## Prompt
Could you copy every line of the data that contains the word "core"?

## Source material
import { readFileSync } from 'node:fs'
import ort from 'onnxruntime-node'
import { describe, expect, it } from 'vitest'
import { selectRows, type Dataset, type FeatureInfo, type FeatureMatrix } from '../../../src/core/data/dataset.ts'
import { loadOnnxModel } from '../../../src/adapters/onnx/load-onnx-model.ts'
import { exportOnnx } from '../../../src/core/models/export-onnx.ts'
import { binFeatures } from '../../../src/core/models/gbt/bin-features.ts'
import { fitBoosted } from '../../../src/core/models/gbt/fit-boosted.ts'
import { encodeOnnxModel, FEATURES_METADATA_KEY, OnnxAttributeType, OnnxDataType, type OnnxAttribute } from '../../../src/core/models/onnx-proto.ts'
import { parsePolicy } from '../../../src/core/policy/parse-policy.ts'
import { runGate, type SideInputs } from '../../../src/core/run-gate.ts'
import { createRandom, type Random } from '../../../src/core/statistics/random.ts'

// The reference outside the project: onnxruntime 1.30 (onnxruntime-node) running the same bytes.
// plumbline's tree evaluator (loadOnnxModel's engine 'plumbline-trees') must predict what
// onnxruntime predicts on random rows, rows set exactly on thresholds, and missing values, to the
// float32 rounding of onnxruntime's tree outputs.

const F = 4
const features: FeatureInfo[] = Array.from({ length: F }, (_, j) => ({ name: `x${j}`, kind: 'numeric' as const }))

function rows(random: Random, n: number, thresholds: readonly number[][]): FeatureMatrix {
  const columns = Array.from({ length: F }, (_, j) =>
    Float64Array.from({ length: n }, (_, i) => {
      if (random.next() < 0.1) return NaN
      // A third of the values sit exactly on some threshold of the feature, to test the equality case.
      if (i % 3 === 0 && thresholds[j].length > 0) return thresholds[j][random.int(thresholds[j].length)]
      return 4 * random.normal()
    }),
  )
  return { rows: n, features, columns }
}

## Response for this exercise
import { selectRows, type Dataset, type FeatureInfo, type FeatureMatrix } from '../../../src/core/data/dataset.ts'
import { exportOnnx } from '../../../src/core/models/export-onnx.ts'
import { binFeatures } from '../../../src/core/models/gbt/bin-features.ts'
import { fitBoosted } from '../../../src/core/models/gbt/fit-boosted.ts'
import { encodeOnnxModel, FEATURES_METADATA_KEY, OnnxAttributeType, OnnxDataType, type OnnxAttribute } from '../../../src/core/models/onnx-proto.ts'
import { parsePolicy } from '../../../src/core/policy/parse-policy.ts'
import { runGate, type SideInputs } from '../../../src/core/run-gate.ts'
import { createRandom, type Random } from '../../../src/core/statistics/random.ts'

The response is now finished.